Q: The sum of two angles is 200° and their difference is 20°. Find the angles.
Solution:
Let angles be x and y where x > y.
x + y = 200°, x – y = 20°
Adding: 2x = 220° → x = 110°
y = 200° – 110° = 90°
∴ Angles are 110° and 90°
Q: Ray OC stands on line AB. If ∠AOC : ∠BOC = 2 : 3, find the angles.
Solution:
∠AOC + ∠BOC = 180° [Linear pair]
Let ∠AOC = 2k and ∠BOC = 3k
2k + 3k = 180° → k = 36°
∴ ∠AOC = 72° and ∠BOC = 108°
Q: In the figure, if AB ∥ CD and ∠APQ = 50°, ∠PRD = 127°, find ∠QPR.
Solution:
Since AB ∥ CD and PQ is a transversal:
∠PQR = ∠APQ = 50° [Alternate interior angles — drawing a line through R parallel to AB]

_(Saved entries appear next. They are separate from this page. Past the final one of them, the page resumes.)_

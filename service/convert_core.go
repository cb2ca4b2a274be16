package service

import (
	"google.golang.org/protobuf/proto"

	pb "limitary/api/limitary/v1"
	"limitary/internal/chart"
	"limitary/internal/decimal"
	"limitary/internal/definition"
	"limitary/internal/diagnostics"
	"limitary/internal/judge"
	"limitary/internal/limits"
)

// The functions here let commands that need no service answer in the contract's own messages.

// ComputedToProto writes computed limits, and what their data say, as ComputeLimits answers. Exclusions keep the group
// numbers of the computation.
func ComputedToProto(r limits.Result, d diagnostics.Report) *pb.ComputeLimitsResponse {
	return computedToProto(computed{r, d})
}

// EvaluatePoints judges n points as EvaluateBatch does and writes its answer. Point i is asked for once, in order, and
// not kept; those before firstJudged are context. Full adds one verdict a point.
func EvaluatePoints(j *judge.Judge, n, firstJudged int, full bool, point func(i int) judge.Point) *pb.EvaluationResult {
	w := newWalk(j, n, firstJudged, full)
	for i := range n {
		w.take(point(i))
	}
	return w.result()
}

// showImpossible undoes hideImpossible: a line of counts that was left out at the published size is judged all the same.
func showImpossible(in *pb.TraceLimits) *pb.TraceLimits {
	t := proto.CloneOf(in)
	var zero float64
	for _, l := range []*pb.Line{t.LowerAction, t.UpperAction, t.LowerWarning, t.UpperWarning} {
		if l != nil && l.Basis == pb.Basis_BASIS_TAIL_PROBABILITY && l.Value == nil {
			l.Value = &zero
			l.Tail = max(l.Tail, chart.ActionTail) // any: the judge takes the line from the centre
		}
	}
	return t
}

// ComputedLimits reads back what ComputeLimits answered, as limits to judge by; their traces have no rules yet. A line
// that does not lie where its basis puts it is refused, so that limits edited by hand do not pass for computed ones.
func ComputedLimits(in *pb.ComputeLimitsResponse) (judge.Limits, error) {
	l := judge.Limits{SubgroupSize: int(in.SubgroupSize), Places: int(in.PublishedDecimals), ProcessSigma: in.ProcessSigma}
	var err error
	if l.Kind, err = kindFromProto("kind", in.Kind); err != nil {
		return l, err
	}
	if l.Kind == chart.Given {
		return l, noKind()
	}
	if l.Places < 0 || l.Places > decimal.PlacesMax {
		return l, definition.Invalid("published_decimals", "%d: want 0 to %d", l.Places, decimal.PlacesMax)
	}
	if l.Model, err = modelFromProto(in.Model); err != nil {
		return l, under("model", err)
	}
	if !l.Kind.Counts() && !(in.ProcessSigma > 0) || !finite(in.ProcessSigma) || in.ProcessSigma < 0 {
		return l, definition.Invalid("process_sigma", "%v: want a finite number above 0", in.ProcessSigma)
	}
	for role, t := range [...]*pb.TraceLimits{in.Location, in.Dispersion} {
		name := chart.Role(role).String()
		if !l.Kind.Has(chart.Role(role)) {
			continue
		}
		if t == nil {
			return l, definition.Invalid(name, "is not set")
		}
		if l.Kind.Counts() {
			t = showImpossible(t)
		}
		if l.Traces[role], _, err = traceFromProto(t, l.Places); err != nil {
			return l, under(name, err)
		}
		if l.Traces[role].Centre == nil || l.Traces[role].Sigma == nil {
			return l, definition.Invalid(name, "has no centre or no sigma")
		}
	}
	return l, nil
}
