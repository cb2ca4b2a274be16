package service

import (
	"fmt"
	"math"
	"math/rand/v2"
	"regexp"
	"slices"
	"strconv"
	"strings"
	"testing"
	"time"

	"limitary/internal/chart"
	"limitary/internal/definition"
	"limitary/internal/judge"
	"limitary/internal/rules"
	"limitary/internal/store"
)

// story is a chart of single values with centre 10 and sigma 1 in mg/L, one accumulating rule, and results r1, r2, ... a
// day apart from 2020-01-01.
type story struct {
	rule      rules.Spec
	headStart bool
	size      int
	model     chart.Model
	readings  [][]string
}

func values(xs ...float64) (readings [][]string) {
	for _, x := range xs {
		readings = append(readings, []string{strconv.FormatFloat(x, 'f', -1, 64)})
	}
	return readings
}

// explainer explains the last result, of which the points shown reach back to the shown newest ones.
func (s story) explainer(tb testing.TB, shown int) *explainer {
	tb.Helper()
	centre, sigma, size := 10.0, 1.0, max(1, s.size)
	kind := chart.Individuals
	if size > 1 {
		kind, sigma = chart.XbarS, sigma/math.Sqrt(float64(size))
	}
	s.rule.ID, s.rule.Consequence = "gradual", rules.Act
	specs := []rules.Spec{s.rule, {ID: "far", Kind: rules.Beyond, Consequence: rules.Look, K: 1, M: 1, Z: 6}} // a bound can enter the second
	j, err := judge.New(judge.Limits{Kind: kind, SubgroupSize: size, Places: 2, ProcessSigma: 1, Model: s.model,
		Traces: [chart.Roles]*judge.Trace{{Trace: chart.Trace{Centre: &centre, Sigma: &sigma}, Rules: specs}, nil}})
	if err != nil {
		tb.Fatal(err)
	}
	st, v := j.NewState(), judge.Verdict{}
	j.Reset(st, s.headStart)
	var results []store.StoredResult
	var points []definition.Result
	for i, readings := range s.readings {
		r := store.StoredResult{ID: int64(i + 1), Result: definition.Result{
			Source: "lims", SourceID: fmt.Sprintf("r%d", i+1), Readings: readings, MeasuredAt: time.Date(2020, 1, 1+i, 8, 0, 0, 0, time.UTC),
		}}
		pt, err := r.Result.Point(definition.Chart{Kind: kind, SubgroupSize: size})
		if err != nil {
			tb.Fatal(err)
		}
		j.Judge(st, pt, &v)
		at := v.Traces[chart.Location]
		r.Verdict = store.Verdict{Standing: v.Standing, ByBound: v.ByBound, Version: 1}
		r.Verdict.Traces[chart.Location] = store.TraceVerdict{Point: at.Point, Statistic: at.Statistic, Scale: at.Scale}
		results = append(results, r)
		if at.Point {
			points = append(points, r.Result)
		}
		for _, h := range v.Hits {
			first := points[len(points)-1-h.FirstBack]
			results[i].Verdict.Hits = append(results[i].Verdict.Hits, store.Hit{
				Role: h.Role, Rule: specs[h.Rule].ID, Side: h.Side, FirstCounting: store.Key{Source: "lims", SourceID: first.SourceID, MeasuredAt: first.MeasuredAt},
			})
		}
	}
	last := len(results) - 1
	e := &explainer{judge: j, result: results[last], before: results[max(0, last-shown):last], whole: shown >= last}
	e.version.Decimals, e.version.Unit = 2, "mg/L"
	return e
}

func (s story) want(t *testing.T, shown int, want ...string) {
	t.Helper()
	got, err := s.explainer(t, shown).changeSentences()
	if err != nil {
		t.Fatal(err)
	}
	if !slices.Equal(got, want) {
		t.Errorf("got:\n%s\nwant:\n%s", strings.Join(got, "\n"), strings.Join(want, "\n"))
	}
}

var sum = rules.Spec{Kind: rules.CUSUM, Reference: 0.5, Interval: 5}

// Montgomery, Introduction to Statistical Quality Control, tables 9.1 and 9.2, printed (from memory): at observation 29
// the sum is 5.28, seven observations after it was zero, and the new mean is estimated at 11.25.
func TestASumTellsItsSizeItsBeginningAndTheNewLevel(t *testing.T) {
	xs := []float64{9.45, 7.99, 9.29, 11.66, 12.16, 10.18, 8.04, 11.46, 9.2, 10.34, 9.03, 11.47, 10.51, 9.4, 10.08,
		9.37, 10.62, 10.31, 8.52, 10.84, 10.9, 9.33, 12.29, 11.5, 10.6, 11.08, 10.38, 11.62, 11.31}
	began := "The change is estimated to have begun with result r23, measured 2020-01-23T08:00:00Z, the first since that sum was last zero."
	upper := []string{
		"The upper sum of rule gradual is 5.28 sigmas, its limit 5; it has been away from zero for 7 points.",
		began,
		"The new level since then is estimated at 10.00 + (0.5 + 5.28 / 7) x 1 = 11.25.",
	}
	s := story{rule: sum, readings: values(xs...)}
	s.want(t, len(xs), upper...)
	t.Run("as much is known where earlier points are not shown", func(t *testing.T) { s.want(t, 6, upper...) })
	t.Run("a sum that began before what is shown keeps its beginning and gives no size", func(t *testing.T) {
		s.want(t, 5, "The upper sum of rule gradual is beyond its limit of 5 sigmas; it began before the 6 points shown here, so its size is not told.", began)
	})
	t.Run("the lower side is the mirror image", func(t *testing.T) {
		mirrored := make([]float64, len(xs))
		for i, x := range xs {
			mirrored[i] = math.Round(100*(20-x)) / 100
		}
		story{rule: sum, readings: values(mirrored...)}.want(t, len(xs),
			strings.Replace(upper[0], "upper", "lower", 1), began, "The new level since then is estimated at 10.00 - (0.5 + 5.28 / 7) x 1 = 8.75.")
	})
	t.Run("a rule that did not complete tells nothing", func(t *testing.T) { story{rule: sum, readings: values(xs[:28]...)}.want(t, 28) })
}

func TestASumOfOnePoint(t *testing.T) {
	story{rule: sum, readings: values(10, 15.6)}.want(t, 1,
		"The upper sum of rule gradual is 5.1 sigmas, its limit 5; it has been away from zero for 1 point.",
		"The change is estimated to have begun with result r2, measured 2020-01-02T08:00:00Z, the first since that sum was last zero.",
		"The new level since then is estimated at 10.00 + (0.5 + 5.1 / 1) x 1 = 15.60.")
}

// Z are 2, a bound, 2.2 and 2.5: the bound is a point, because it proves the other rule; it enters no sum, and so no level.
func TestABoundInASumIsNotCountedForTheLevel(t *testing.T) {
	story{rule: sum, readings: [][]string{{"9"}, {"12"}, {">17"}, {"12.2"}, {"12.5"}}}.want(t, 4,
		"The upper sum of rule gradual is 5.2 sigmas, its limit 5; it has been away from zero for 3 points, bounds, which enter no sum, left out: 1.",
		"The change is estimated to have begun with result r2, measured 2020-01-02T08:00:00Z, the first since that sum was last zero.",
		"The new level since then is estimated at 10.00 + (0.5 + 5.2 / 3) x 1 = 12.23.")
}

// With a head start of 2.5 the sums are 3.5 and 5.1, 2.6 in 2 points beyond the head start: a mean of 10 + 0.5 + 1.3, that
// of the two readings.
func TestAHeadStartIsTakenOffTheLevel(t *testing.T) {
	started := sum
	started.HeadStart = 2.5
	began := "The change is estimated to have begun with result r1, measured 2020-01-01T08:00:00Z, the first since that sum was last zero."
	story{rule: started, headStart: true, readings: values(11.5, 12.1)}.want(t, 1,
		"The upper sum of rule gradual is 5.1 sigmas, its limit 5; it has been away from zero for 2 points, and began at the head start of 2.5.",
		began, "The new level since then is estimated at 10.00 + (0.5 + (5.1 - 2.5) / 2) x 1 = 11.80.")
	t.Run("without it the same points add up from zero", func(t *testing.T) {
		story{rule: started, readings: values(13.1, 13)}.want(t, 1,
			"The upper sum of rule gradual is 5.1 sigmas, its limit 5; it has been away from zero for 2 points.",
			began, "The new level since then is estimated at 10.00 + (0.5 + 5.1 / 2) x 1 = 13.05.")
	})
	t.Run("where its points fit both, that is said", func(t *testing.T) {
		for _, headStart := range []bool{false, true} {
			story{rule: started, headStart: headStart, readings: values(15.8)}.want(t, 1,
				"The upper sum of rule gradual is 5.3 sigmas, its limit 5; it has been away from zero for 1 point, counted from zero; a head start of 2.5, where its segment began with one, comes on top.",
				began, "The new level since then is estimated at 10.00 + (0.5 + 5.3 / 1) x 1 = 15.80.")
		}
	})
}

// Subgroups of 4 and of 1 have sigmas 0.5 and 1, so there is a shift in sigmas and no one level: z = 3, 2 and 3.
func TestPointsOfUnequalScaleHaveAShiftAndNoLevel(t *testing.T) {
	four := func(x string) []string { return []string{x, x, x, x} }
	story{rule: sum, size: 4, readings: [][]string{four("9"), four("11.5"), {"12"}, four("11.5")}}.want(t, 3,
		"The upper sum of rule gradual is 6.5 sigmas, its limit 5; it has been away from zero for 3 points.",
		"The change is estimated to have begun with result r2, measured 2020-01-02T08:00:00Z, the first since that sum was last zero.",
		"The mean since then is estimated at 0.5 + 6.5 / 3 = 2.66667 sigmas, each point's own, on the upper side of the centre.")
}

// On a square-root scale the level 14 is the reading 196.
func TestALevelOnAnotherScaleIsGivenInTheUnitAsWell(t *testing.T) {
	story{rule: sum, model: chart.Model{Transform: chart.Transform{Kind: chart.SquareRoot}}, readings: values(100, 196, 196)}.want(t, 2,
		"The upper sum of rule gradual is 7 sigmas, its limit 5; it has been away from zero for 2 points.",
		"The change is estimated to have begun with result r2, measured 2020-01-02T08:00:00Z, the first since that sum was last zero.",
		"The new level since then is estimated at 10.00 + (0.5 + 7 / 2) x 1 = 14.00, which is 196 mg/L.")
}

var average = rules.Spec{Kind: rules.EWMA, Lambda: 0.2, Limit: 3, Asymptotic: true}

// Averages: 0.2·(-1) = -0.2, then +0.8·(-0.2)+0.4 = 0.24, 0.592, 0.8736 and 1.09888, the limit being 3·√(0.2/1.8) = 1.
func TestAnAverageTellsItsSizeAndItsBeginning(t *testing.T) {
	s := story{rule: average, readings: values(9, 12, 12, 12, 12)}
	s.want(t, 4, "The average of rule gradual lies 1.09888 sigmas above the centre, its limit 1.",
		"The change is estimated to have begun with result r2, measured 2020-01-02T08:00:00Z, the first after the average last lay at the centre or on its other side.")
	t.Run("below", func(t *testing.T) {
		story{rule: average, readings: values(11, 8, 8, 8, 8)}.want(t, 4, "The average of rule gradual lies 1.09888 sigmas below the centre, its limit 1.",
			"The change is estimated to have begun with result r2, measured 2020-01-02T08:00:00Z, the first after the average last lay at the centre or on its other side.")
	})
	t.Run("a bound does not begin a change", func(t *testing.T) {
		story{rule: average, readings: [][]string{{"9"}, {">17"}, {"12"}, {"12"}, {"12"}, {"12"}}}.want(t, 5,
			"The average of rule gradual lies 1.09888 sigmas above the centre, its limit 1.",
			"The change is estimated to have begun with result r3, measured 2020-01-03T08:00:00Z, the first after the average last lay at the centre or on its other side.")
	})
	t.Run("on one side from the first point", func(t *testing.T) {
		story{rule: average, readings: values(16)}.want(t, 0, "The average of rule gradual lies 1.2 sigmas above the centre, its limit 1.",
			"The average has lain on this side since the first point of its segment, result r1, so the change is estimated to have begun with it or before.")
	})
	t.Run("with too little shown it is not told", func(t *testing.T) {
		// 0.8^4 = 0.4096 (computed).
		s.want(t, 3, "The average of rule gradual is beyond its limit; it began before the 4 points shown here, and what came before them still weighs 0.4096 in it, so neither its size nor the beginning of the change is told.")
	})
}

// After 42 points the weight of what came before is 0.8^42 = 8.5e-5 (computed), so a change is dated from there on only.
func TestAnAverageOfALongSegmentIsDatedWhereItIsKnown(t *testing.T) {
	const shown = 64
	level := func(n int, x float64) []float64 { return slices.Repeat([]float64{x}, n) }
	size := "The average of rule gradual lies 1.2 sigmas above the centre, its limit 1."
	t.Run("within what is known", func(t *testing.T) {
		story{rule: average, readings: values(slices.Concat(level(100, 9.9), level(5, 12))...)}.want(t, shown,
			"The average of rule gradual lies 1.31187 sigmas above the centre, its limit 1.", // 2 - 2.1·0.8^5 = 1.311872 (computed)
			"The change is estimated to have begun with result r101, measured 2020-04-10T08:00:00Z, the first after the average last lay at the centre or on its other side.")
	})
	t.Run("before what is known", func(t *testing.T) {
		story{rule: average, readings: values(slices.Concat(level(40, 9.9), level(65, 11.2))...)}.want(t, shown, size,
			"The average has lain on this side at least since result r82, measured 2020-03-22T08:00:00Z; the change began before what is shown here.")
	})
}

var (
	sumText  = regexp.MustCompile(`^The (upper|lower) sum of rule gradual is (\S+) sigmas, .* for (\d+) points?\.$`)
	dateText = regexp.MustCompile(`^The change is estimated to have begun with result r(\d+),`)
	levelEnd = regexp.MustCompile(` = (\S+)\.$`)
)

// The sentences against the definitions, on drawn series: a sum is the largest of all sums that end at the newest point,
// the level is the mean of the points in it, and an average is a weighted sum.
func TestSentencesAgreeWithTheDefinitions(t *testing.T) {
	const seed = 20261202
	t.Logf("seed %d", seed)
	r := rand.New(rand.NewPCG(seed, 1))
	sums, averages := 0, 0
	for range 1500 {
		rule := []rules.Spec{sum, average}[r.IntN(2)]
		var zs, xs []float64
		step := 0.5 * float64(r.IntN(9)-4)
		for range 5 + r.IntN(50) {
			z := float64(r.IntN(301)-150)/100 + step*float64(len(zs)/10)/2
			zs, xs = append(zs, z), append(xs, math.Round(100*(10+z))/100)
		}
		got, err := story{rule: rule, readings: values(xs...)}.explainer(t, len(xs)).changeSentences()
		if err != nil {
			t.Fatal(err)
		}
		if len(got) < 2 {
			continue
		}
		if date := dateText.FindStringSubmatch(got[1]); rule.Kind == rules.EWMA && date != nil {
			averages++
			if want := turnOf(zs, rule.Lambda); date[1] != strconv.Itoa(want) {
				t.Fatalf("z %v: %q, want r%d", zs, got[1], want)
			}
		}
		if rule.Kind != rules.CUSUM {
			continue
		}
		sums++
		said, date, level := sumText.FindStringSubmatch(got[0]), dateText.FindStringSubmatch(got[1]), levelEnd.FindStringSubmatch(got[2])
		if said == nil || date == nil || level == nil {
			t.Fatalf("not understood: %q", got)
		}
		sign := map[string]float64{"upper": 1, "lower": -1}[said[1]]
		sum, points := largestTail(zs, sign, rule.Reference)
		mean := 0.0
		for _, x := range xs[len(xs)-points:] {
			mean += x / float64(points)
		}
		saidSum, _ := strconv.ParseFloat(said[2], 64)
		saidLevel, _ := strconv.ParseFloat(level[1], 64)
		if math.Abs(saidSum-sum) > 1e-4 || said[3] != strconv.Itoa(points) || date[1] != strconv.Itoa(len(xs)-points+1) || math.Abs(saidLevel-mean) > 0.0050001 {
			t.Fatalf("z %v: %q, want %g over %d points with mean %g", zs, got, sum, points, mean)
		}
	}
	if sums < 100 || averages < 100 {
		t.Errorf("only %d sums and %d averages", sums, averages)
	}
}

func largestTail(zs []float64, sign, k float64) (sum float64, points int) {
	tail := 0.0
	for i := len(zs) - 1; i >= 0; i-- {
		if tail += sign*zs[i] - k; tail > sum+1e-9 {
			sum, points = tail, len(zs)-i
		}
	}
	return sum, points
}

// turnOf gives the first of the points, counted from 1, since which the average has stayed on the side it has now.
func turnOf(zs []float64, lambda float64) int {
	at := func(n int) (e float64) {
		for i, z := range zs[:n] {
			e += lambda * math.Pow(1-lambda, float64(n-1-i)) * z
		}
		return e
	}
	n := len(zs)
	for n > 1 && at(n-1)*at(len(zs)) > 0 {
		n--
	}
	return n
}
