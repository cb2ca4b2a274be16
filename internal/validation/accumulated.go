package validation

import (
	"fmt"

	"limitary/internal/chart"
	"limitary/internal/decimal"
	"limitary/internal/rules"
)

// average is the EWMA of an example, sums its CUSUM.
func (e *example) average() rules.Spec {
	p := e.Parameters
	return rules.Spec{ID: "average", Kind: rules.EWMA, Consequence: rules.Act, Lambda: p.Lambda, Limit: p.KSigma, Asymptotic: p.Asymptotic}
}

func (e *example) sums(sides rules.Sides) rules.Spec {
	p := e.Parameters
	return rules.Spec{ID: "sum", Kind: rules.CUSUM, Consequence: rules.Act, Sides: sides, Reference: p.K / p.Sigma, Interval: p.H / p.Sigma}
}

// centre is the level that an EWMA starts from, or the reference of a CUSUM.
func (e *example) centre() float64 { return e.Parameters.Start + e.Parameters.Mu0 }

// trace is what the rule of an example looks at.
func (e *example) trace() chart.Trace {
	centre, sigma := e.centre(), e.Parameters.Sigma
	return chart.Trace{Centre: &centre, Sigma: &sigma}
}

// sumAt gives what a rule has accumulated after a sample.
func (e *example) sumAt(rule rules.Spec, sample int) (rules.Sum, error) {
	if sample < 1 || sample > len(e.Data.X) {
		return rules.Sum{}, fmt.Errorf("sample %d of %d", sample, len(e.Data.X))
	}
	plan, err := rules.Compile(e.trace(), decimal.Unrounded, []rules.Spec{rule})
	if err != nil {
		return rules.Sum{}, err
	}
	st := plan.Start(false)
	plan.Judge(st, e.Data.X[:sample], nil, func(rules.Hit) {})
	return plan.Sums(st)[0], nil
}

// accumulated computes a quantity of an EWMA or CUSUM in the unit of the data.
func (s *solution) accumulated(q quantity) (float64, error) {
	e, sigma := s.example, s.example.Parameters.Sigma
	switch q.Compute {
	case "average_of":
		sum, err := e.sumAt(e.average(), q.Sample)
		return e.centre() + sigma*sum.Average, err
	case "average_upper_limit", "average_lower_limit": // those of the last point, which are asymptotic from the first on
		sum, err := e.sumAt(e.average(), len(e.Data.X))
		if q.Compute == "average_lower_limit" {
			sum.Limit = -sum.Limit
		}
		return e.centre() + sigma*sum.Limit, err
	case "upper_sum_of", "lower_sum_of", "upper_points_of", "upper_level_of":
		rule := e.sums(rules.BothSides)
		sum, err := e.sumAt(rule, q.Sample)
		switch q.Compute {
		case "upper_sum_of":
			return sigma * sum.Upper.Sum, err
		case "lower_sum_of":
			return sigma * sum.Lower.Sum, err
		case "upper_points_of":
			return float64(sum.Upper.Points), err
		}
		return e.centre() + sigma*sum.Upper.Shift(rule.Reference), err
	}
	return 0, fmt.Errorf("compute %q: not a known quantity", q.Compute)
}
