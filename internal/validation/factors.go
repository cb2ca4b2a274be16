package validation

import (
	"context"
	"fmt"
	"math"
	"strings"

	"limitary/internal/limits"
)

const (
	factorsFile = "constants.csv"
	// factorDigits is the relative tolerance of computed factors.
	factorDigits = 1e-12
	// misprintUnits is what a printed factor may be off, in units of its last digit, where the file lists it as not the
	// rounding of the exact one: tables were built from rounded d2 and d3.
	misprintUnits = 2
)

// factorColumns are the factors by their trade names.
var factorColumns = []struct {
	name string
	of   func(limits.ChartFactors) float64
}{
	{"d2", func(f limits.ChartFactors) float64 { return f.RangeMean }},
	{"d3", func(f limits.ChartFactors) float64 { return f.RangeSigma }},
	{"c4", func(f limits.ChartFactors) float64 { return f.SMean }},
	{"A", func(f limits.ChartFactors) float64 { return f.A }},
	{"A2", func(f limits.ChartFactors) float64 { return f.A2 }},
	{"A3", func(f limits.ChartFactors) float64 { return f.A3 }},
	{"B3", func(f limits.ChartFactors) float64 { return f.B3 }},
	{"B4", func(f limits.ChartFactors) float64 { return f.B4 }},
	{"B5", func(f limits.ChartFactors) float64 { return f.B5 }},
	{"B6", func(f limits.ChartFactors) float64 { return f.B6 }},
	{"D1", func(f limits.ChartFactors) float64 { return f.D1 }},
	{"D2", func(f limits.ChartFactors) float64 { return f.D2 }},
	{"D3", func(f limits.ChartFactors) float64 { return f.D3 }},
	{"D4", func(f limits.ChartFactors) float64 { return f.D4 }},
}

func computedFactors(context.Context) ([]Check, error) {
	return factorChecks(func(t table, row int, name string) (Check, bool, error) {
		want, err := t.number(row, name)
		return Check{
			Source: "multiple-precision integration", Want: want, Tolerance: factorDigits * math.Abs(want),
		}, true, err
	})
}

func printedFactors(context.Context) ([]Check, error) {
	return factorChecks(func(t table, row int, name string) (Check, bool, error) {
		text, err := t.text(row, name+"_published")
		if err != nil || text == "" {
			return Check{}, false, err // tables end at 25
		}
		print, err := parseFigure(text)
		if err != nil {
			return Check{}, false, err
		}
		c := Check{Source: "factor tables in print", Want: print.value, Printed: true, Tolerance: print.halfUnit()}
		c.Note, err = misprint(t, row, name)
		if c.Note != "" {
			c.Tolerance = misprintUnits * print.unit * binarySlack
		}
		return c, true, err
	})
}

// misprint gives what the file notes about a printed factor that is not the rounding of the exact one.
func misprint(t table, row int, name string) (string, error) {
	notes, err := t.text(row, "published_values_that_differ_from_rounded_computed")
	for note := range strings.SplitSeq(notes, "; ") {
		if strings.HasPrefix(note, name+": ") {
			return note, err
		}
	}
	return "", err
}

// factorChecks makes a check of every factor in the file for which reference has one.
func factorChecks(reference func(t table, row int, name string) (Check, bool, error)) ([]Check, error) {
	t, err := readTable(factorsFile)
	if err != nil {
		return nil, err
	}
	var checks []Check
	for row := range t.rows {
		n, err := t.number(row, "n")
		if err != nil {
			return checks, err
		}
		factors, err := limits.Factors(int(n))
		if err != nil {
			return checks, err
		}
		for _, column := range factorColumns {
			c, ok, err := reference(t, row, column.name)
			if err != nil {
				return checks, err
			}
			if ok {
				c.Name = fmt.Sprintf("%s(%d)", column.name, int(n))
				checks = append(checks, c.Compare(column.of(factors)))
			}
		}
	}
	return checks, nil
}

∠PRQ = 180° – 127° = 53° [Linear pair at R with CD]
In △PQR:
∠QPR = 180° – 50° – 53° = 77°
Lines and Angles Quick Revision
| Angle Pair | Condition | Result |
|---|---|---|
| Complementary | Sum = 90° | Each is complement of the other |
| Supplementary | Sum = 180° | Each is supplement of the other |
| Linear Pair | Adjacent + non-common arms opposite | Sum = 180° |
| Vertically Opposite | Formed at intersection | Always equal |
| Corresponding (∥ lines) | Same side of transversal | Equal |
| Alternate Interior (∥ lines) | Opposite sides, interior | Equal |
| Co-interior / Consecutive | Same side, interior | Supplementary (sum = 180°) |
Class 9 Maths Lines and Angles Formulas
| Concept | Formula |
|---|---|
| Complement of angle x | (90 – x)° |
| Supplement of angle x | (180 – x)° |
| Linear pair | ∠1 + ∠2 = 180° |
| Angles at a point | ∠1 + ∠2 + … = 360° |
| Alternate interior angles (∥ lines) | ∠3 = ∠5 |
| Co-interior angles (∥ lines) | ∠3 + ∠8 = 180° |
| Corresponding angles (∥ lines) | ∠1 = ∠5 |
Applications of Lines and Angles in Real Life
- Architecture and Engineering: Architects use angle properties to design structurally sound buildings. Parallel walls, perpendicular floors, and transversal beams are all based on lines-and-angles principles.
- Road Design: Highway designers use alternate angles and parallel lines to create smooth lane transitions and ensure equal road widths.
- Navigation: Pilots and sailors use angle concepts to chart courses using bearings and transversal-like paths across maps.
- Art and Design: Perspective drawing relies on parallel lines converging at vanishing points — a direct application of transversal and corresponding angle concepts.
- Computer Graphics: Every pixel arrangement on a screen and every rotational transformation in graphics software is governed by angle mathematics.